Function Compute では、リソース使用量は「仕様 × 課金期間」として計算されます。課金期間は、単項 gRPC リクエストとストリーミング gRPC リクエストで異なります:

  • 単項 gRPC リクエスト

    • インスタンスの同時実行数が 1 の関数の場合、課金期間はリクエストの開始から終了までです。

    • インスタンスの同時実行数が 1 より大きい関数の場合、課金期間は最初のリクエストが開始した時点から始まり、最後のリクエストが終了した時点で終わります。単一インスタンス上の同時リクエストの重複期間は一度しか課金されません。

      次の図に示すように、インスタンスの同時実行数は 2 に設定されています。最初のリクエストは T1 に到着し、T3 で終了します。2 番目のリクエストは T2 に到着し、T4 で終了します。合計の課金期間は T1 から T4 までです。T2 から T3 までの重複期間は一度しか課金されません。

  • クライアントストリーミング、サーバーストリーミング、および双方向ストリーミングリクエスト:課金期間は、最初の gRPC 接続が確立された時点から始まり、最後の gRPC 接続が閉じられた時点で終わります。

前提条件

  • ローカルマシンに最新バージョンの Go プログラミング言語をインストールします。Function Compute は Go 1.x をサポートしています。

  • ローカルマシンに Serverless Devs をインストールして設定します。詳細については、「クイックスタート」をご参照ください。

操作手順

  1. 次のコマンドを実行して、プロジェクトを初期化します。

    sudo s init fc-custom-golang-grpc -d fc-custom-golang-grpc
  2. 次のコマンドを実行して、fc-custom-golang-grpc プロジェクトディレクトリに移動します。

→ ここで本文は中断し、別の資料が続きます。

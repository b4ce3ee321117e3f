/** Writes the example workbooks as .xlsx files. */
import { strToU8, zipSync } from "fflate";
import { columnIndex, columnLetters } from "../trial/book";
import { formulaToFile } from "../trial/dialect";
import type { ExampleBook, ExampleCell, ExampleSheet, Style } from "../trial/examples/cells";
import { namespace } from "../trial/metadata";
import { encode } from "../trial/xml";
import { chartXml, drawingXml } from "./workbookChart";

const main = "http://schemas.openxmlformats.org/spreadsheetml/2006/main";
const relation = "http://schemas.openxmlformats.org/officeDocument/2006/relationships";
const declaration = '<?xml version="1.0" encoding="UTF-8" standalone="yes"?>\n';

export function writeWorkbook(book: ExampleBook): Uint8Array {
  const parts: Record<string, string> = {};
  const types: string[] = [];
  const add = (path: string, contentType: string, xml: string): void => {
    parts[path] = declaration + xml;
    types.push(
      `<Override PartName="/${path}" ContentType="application/vnd.openxmlformats-officedocument.${contentType}+xml"/>`,
    );
  };
  let tables = 0;
  let charts = 0;
  book.sheets.forEach((sheet, i) => {
    const links: string[] = [];
    const link = (kind: string, target: string): string => {
      links.push(`<Relationship Id="rId${links.length + 1}" Type="${relation}/${kind}" Target="${target}"/>`);
      return `r:id="rId${links.length}"`;
    };
    let tail = "";
    if (sheet.chart) {
      const number = ++charts;
      tail += `<drawing ${link("drawing", `../drawings/drawing${number}.xml`)}/>`;
      add(`xl/drawings/drawing${number}.xml`, "drawing", drawingXml(sheet.chart));
      parts[`xl/drawings/_rels/drawing${number}.xml.rels`] = relationships(
        `<Relationship Id="rId1" Type="${relation}/chart" Target="../charts/chart${number}.xml"/>`,
      );
      add(`xl/charts/chart${number}.xml`, "drawingml.chart", chartXml(sheet.chart, sheet.name));
    }
    const own = sheet.tables ?? [];
    const tableParts = own.map((table) => {
      const number = ++tables;
      add(`xl/tables/table${number}.xml`, "spreadsheetml.table", tableXml(table, number));
      return `<tablePart ${link("table", `../tables/table${number}.xml`)}/>`;
    });
    if (own.length > 0) tail += `<tableParts count="${own.length}">${tableParts.join("")}</tableParts>`;
    add(`xl/worksheets/sheet${i + 1}.xml`, "spreadsheetml.worksheet", sheetXml(sheet, tail));
    if (links.length > 0) parts[`xl/worksheets/_rels/sheet${i + 1}.xml.rels`] = relationships(links.join(""));
  });
  add("xl/styles.xml", "spreadsheetml.styles", stylesXml());
  add("xl/metadata.xml", "spreadsheetml.sheetMetadata", metadataXml);
  add("xl/workbook.xml", "spreadsheetml.sheet.main", workbookXml(book));
  const last = book.sheets.length;
  parts["xl/_rels/workbook.xml.rels"] = relationships(
    book.sheets
      .map(
        (_, i) => `<Relationship Id="rId${i + 1}" Type="${relation}/worksheet" Target="worksheets/sheet${i + 1}.xml"/>`,
      )
      .join("") +
      `<Relationship Id="rId${last + 1}" Type="${relation}/styles" Target="styles.xml"/>` +
      `<Relationship Id="rId${last + 2}" Type="${relation}/sheetMetadata" Target="metadata.xml"/>`,
  );
  parts["_rels/.rels"] = relationships(
    `<Relationship Id="rId1" Type="${relation}/officeDocument" Target="xl/workbook.xml"/>`,
  );
  parts["[Content_Types].xml"] =
    `${declaration}<Types xmlns="http://schemas.openxmlformats.org/package/2006/content-types">` +
    '<Default Extension="rels" ContentType="application/vnd.openxmlformats-package.relationships+xml"/>' +
    `<Default Extension="xml" ContentType="application/xml"/>${types.join("")}</Types>`;
  const files = Object.entries(parts).map(([path, xml]) => [path, strToU8(xml)]);
  return zipSync(Object.fromEntries(files), { mtime: "2020-01-01T00:00:00" });
}

const relationships = (inside: string): string =>
  `${declaration}<Relationships xmlns="http://schemas.openxmlformats.org/package/2006/relationships">${inside}</Relationships>`;

function workbookXml(book: ExampleBook): string {
  const sheets = book.sheets.map(
    ({ name }, i) => `<sheet name="${encode(name)}" sheetId="${i + 1}" r:id="rId${i + 1}"/>`,
  );
  const names = Object.entries(book.names).map(
    ([name, refersTo]) => `<definedName name="${name}">${encode(refersTo)}</definedName>`,
  );
  return (
    `<workbook xmlns="${main}" xmlns:r="${relation}"><sheets>${sheets.join("")}</sheets>` +
    `<definedNames>${names.join("")}</definedNames><calcPr calcId="0" fullCalcOnLoad="1"/></workbook>`
  );
}

function sheetXml(sheet: ExampleSheet, tail: string): string {
  const columns = sheet.columns.map(
    (width, i) => `<col min="${i + 1}" max="${i + 1}" width="${width}" customWidth="1"/>`,
  );
  const rows = sheet.rows.map((row, r) => {
    const cells = row.map((cell, c) => (cell ? cellXml(cell, `${columnLetters(c)}${r + 1}`) : ""));
    const height = row[0]?.style === "title" ? 27 : 18;
    return `<row r="${r + 1}" ht="${height}" customHeight="1">${cells.join("")}</row>`;
  });
  return (
    `<worksheet xmlns="${main}" xmlns:r="${relation}"><sheetViews><sheetView showGridLines="0" workbookViewId="0"/></sheetViews>` +
    `<cols>${columns.join("")}</cols><sheetData>${rows.join("")}</sheetData>${tail}</worksheet>`
  );
}

function cellXml(cell: ExampleCell, address: string): string {
  const open = `<c r="${address}" s="${styles.indexOf(cell.style) + 1}"`;
  if (cell.text !== undefined) return `${open} t="inlineStr"><is><t>${encode(cell.text)}</t></is></c>`;
  if (cell.number !== undefined) return `${open}><v>${cell.number}</v></c>`;
  if (cell.formula === undefined) return `${open}/>`;
  const kind = cell.spill ? ` t="array" ref="${cell.spill}"` : "";
  const formula = encode(formulaToFile(cell.formula, namespace));
  return `${open}${cell.spill ? ' cm="1"' : ""}><f${kind}>${formula}</f></c>`;
}

type ExampleTable = NonNullable<ExampleSheet["tables"]>[number];

function tableXml({ name, range, columns }: ExampleTable, number: number): string {
  const [start = "A1"] = range.split(":");
  const left = columnIndex(start.replace(/\d/g, ""));
  const inside = columns.map((column, i) => `<tableColumn id="${left + i + 1}" name="${encode(column)}"/>`);
  return (
    `<table xmlns="${main}" id="${number}" name="${name}" displayName="${name}" ref="${range}" totalsRowShown="0">` +
    `<tableColumns count="${columns.length}">${inside.join("")}</tableColumns>` +
    '<tableStyleInfo name="TableStyleLight1" showFirstColumn="0" showLastColumn="0" showRowStripes="1" showColumnStripes="0"/></table>'
  );
}

const styles: Style[] = [
  "title",
  "note",
  "head",
  "label",
  "unit",
  "sentence",
  "input",
  "result",
  "fraction",
  "small",
  "whole",
];

/** font, fill, number format and alignment of each style, by position in the lists of stylesXml */
const looks: Record<Style, [font: number, fill: number, format: number, more?: string]> = {
  title: [1, 0, 0],
  note: [2, 0, 0],
  head: [3, 2, 0],
  label: [0, 0, 0],
  unit: [2, 0, 0],
  sentence: [0, 0, 0],
  input: [0, 3, 0],
  result: [0, 0, 164],
  fraction: [0, 0, 10],
  small: [0, 0, 165],
  whole: [0, 0, 3],
};

function stylesXml(): string {
  const font = (more: string, colour = "FF2C2A27", size = 11): string =>
    `<font>${more}<sz val="${size}"/><color rgb="${colour}"/><name val="Calibri"/></font>`;
  const fill = (colour: string): string =>
    `<fill><patternFill patternType="solid"><fgColor rgb="${colour}"/></patternFill></fill>`;
  const cells = styles.map((style) => {
    const [fontId, fillId, format] = looks[style];
    return `<xf numFmtId="${format}" fontId="${fontId}" fillId="${fillId}" borderId="0" xfId="0" applyFont="1" applyFill="1" applyNumberFormat="1"/>`;
  });
  return (
    `<styleSheet xmlns="${main}"><numFmts count="2"><numFmt numFmtId="164" formatCode="0.000"/><numFmt numFmtId="165" formatCode="0.00000"/></numFmts>` +
    `<fonts count="4">${font("")}${font("<b/>", "FF9C4221", 15)}${font("<i/>", "FF625D54", 10)}${font("<b/>")}</fonts>` +
    `<fills count="4"><fill><patternFill patternType="none"/></fill><fill><patternFill patternType="gray125"/></fill>${fill("FFE4DFD5")}${fill("FFF6E6DE")}</fills>` +
    '<borders count="1"><border><left/><right/><top/><bottom/><diagonal/></border></borders>' +
    '<cellStyleXfs count="1"><xf numFmtId="0" fontId="0" fillId="0" borderId="0"/></cellStyleXfs>' +
    `<cellXfs count="${cells.length + 1}"><xf numFmtId="0" fontId="0" fillId="0" borderId="0" xfId="0"/>${cells.join("")}</cellXfs></styleSheet>`
  );
}

/** Marks a formula as one that spills. */
const metadataXml =
  `<metadata xmlns="${main}" xmlns:xda="http://schemas.microsoft.com/office/spreadsheetml/2017/dynamicarray">` +
  '<metadataTypes count="1"><metadataType name="XLDAPR" minSupportedVersion="120000" copy="1" pasteAll="1" pasteValues="1" merge="1" splitFirst="1" rowColShift="1" clearFormats="1" clearComments="1" assign="1" coerce="1" cellMeta="1"/></metadataTypes>' +
  '<futureMetadata name="XLDAPR" count="1"><bk><extLst><ext uri="{bdbb8cdc-fa1e-496e-a857-3c3f30c029c3}"><xda:dynamicArrayProperties fDynamic="1" fCollapsed="0"/></ext></extLst></bk></futureMetadata>' +
  '<cellMetadata count="1"><bk><rc t="1" v="0"/></bk></cellMetadata></metadata>';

    cd fc-custom-golang-grpc
  3. 現在のプロジェクトディレクトリで、s.yaml ファイルを編集します。

    以下はサンプルです:

    edition: 3.0.0
    name: hello-world-app
    # access: アプリケーションのアクセス認証情報を設定します。
    # 認証情報の設定方法の詳細については、https://www.serverless-devs.com/serverless-devs/command/config をご参照ください。
    # 認証情報の優先順位の詳細については、https://www.serverless-devs.com/serverless-devs/tool#密钥使用顺序与规范 をご参照ください。
    access: default  #  アクセス認証情報エイリアス。実際の要件に基づいて変更してください。
    
    resources:
      helloworld: # サービスまたはモジュールの名前。
        component: fc3
        actions: # 実行ロジックをカスタマイズします。actions の詳細については、https://www.serverless-devs.com/serverless-devs/yaml#行为描述 をご参照ください。
          pre-deploy: # デプロイ前に実行します。
            - run: go mod tidy
              path: ./code
            - run: GOOS=linux GOARCH=amd64 CGO_ENABLED=0 go build -o target/main main.go
              path: ./code
        props:
          region: cn-shanghai  # アプリケーションをデプロイするリージョン。実際の要件に基づいて変更してください。
          functionName: "fc-custom-golang-grpc"
          handler: index.handler
          role: ''
          description: 'hello world by serverless devs'
          timeout: 60
          diskSize: 512
          internetAccess: true
          layers:
            - acs:fc:cn-shanghai:official:layers/Go1/versions/1
          customRuntimeConfig:
            port: 8089
            command:
              - ./main
          runtime: custom.debian10
          cpu: 0.35
          instanceConcurrency: 2
          memorySize: 512
          environmentVariables:
            PATH: >-
              /opt/Go1/bin:/usr/local/bin/apache-maven/bin:/usr/local/bin:/usr/local/sbin:/usr/local/bin:/usr/sbin:/usr/bin:/sbin:/bin:/usr/local/ruby/bin:/opt/bin:/code:/code/bin
            LD_LIBRARY_PATH: >-
              /code:/code/lib:/usr/local/lib:/opt/lib:/opt/php8.1/lib:/opt/php8.0/lib:/opt/php7.2/lib
          code: ./code/target
  4. sudo s deploy -y を実行して関数をデプロイします。

    コマンドが完了すると、関数は Function Compute にデプロイされます。Function Compute はその後、テストに使用できるパブリック URL を生成します。

  5. 次のコマンドを実行して、gRPC クライアントの依存関係をインストールします。

    go mod vendor
  6. 関数にカスタムドメイン名をバインドします。詳細については、「カスタムドメイン名の設定」をご参照ください。

  7. 次のコマンドを実行して gRPC クライアントを呼び出し、gRPC リクエストを送信して、関数が期待どおりに動作することを確認します。

    コマンドを実行する前に、${your-custom-domain} をご利用のカスタムドメイン名に置き換えてください。

    go run ./greeter_client -addr ${your-custom-domain}:8089  

その他の例

カスタムランタイム

カスタムコンテナ

よくある質問

関数のエラー

クライアントが rpc error: code = Internal desc = server closed the stream without sending trailers というエラーを報告した場合、Function Compute サーバーが予期せず gRPC リクエストを終了したことを意味します。これは関数のエラーであり、実行タイムアウト、予期しないプロセスの終了、またはメモリ不足 (OOM) エラーが原因である可能性があります。関数のログを確認して具体的な原因を特定し、問題をトラブルシューティングできます。詳細については、「呼び出しログの表示」をご参照ください。

非 TLS の gRPC クライアント

gRPC リクエストを送信するには、TLS クライアントを使用する必要があります。そうでない場合、リクエストは rpc error: code = Internal desc = server closed the stream without sending trailers というエラーで失敗します。たとえば、Go で次のサンプルコードを使用できます:

var opts []grpc.DialOption
    cred := credentials.NewTLS(&tls.Config{
        InsecureSkipVerify: false,
    })
    opts = append(opts, grpc.WithTransportCredentials(cred))
    conn, err := grpc.Dial(*addr, opts...)

InsecureSkipVerifytrue に設定すると TLS 証明書の検証をスキップでき、false に設定すると検証を強制できます。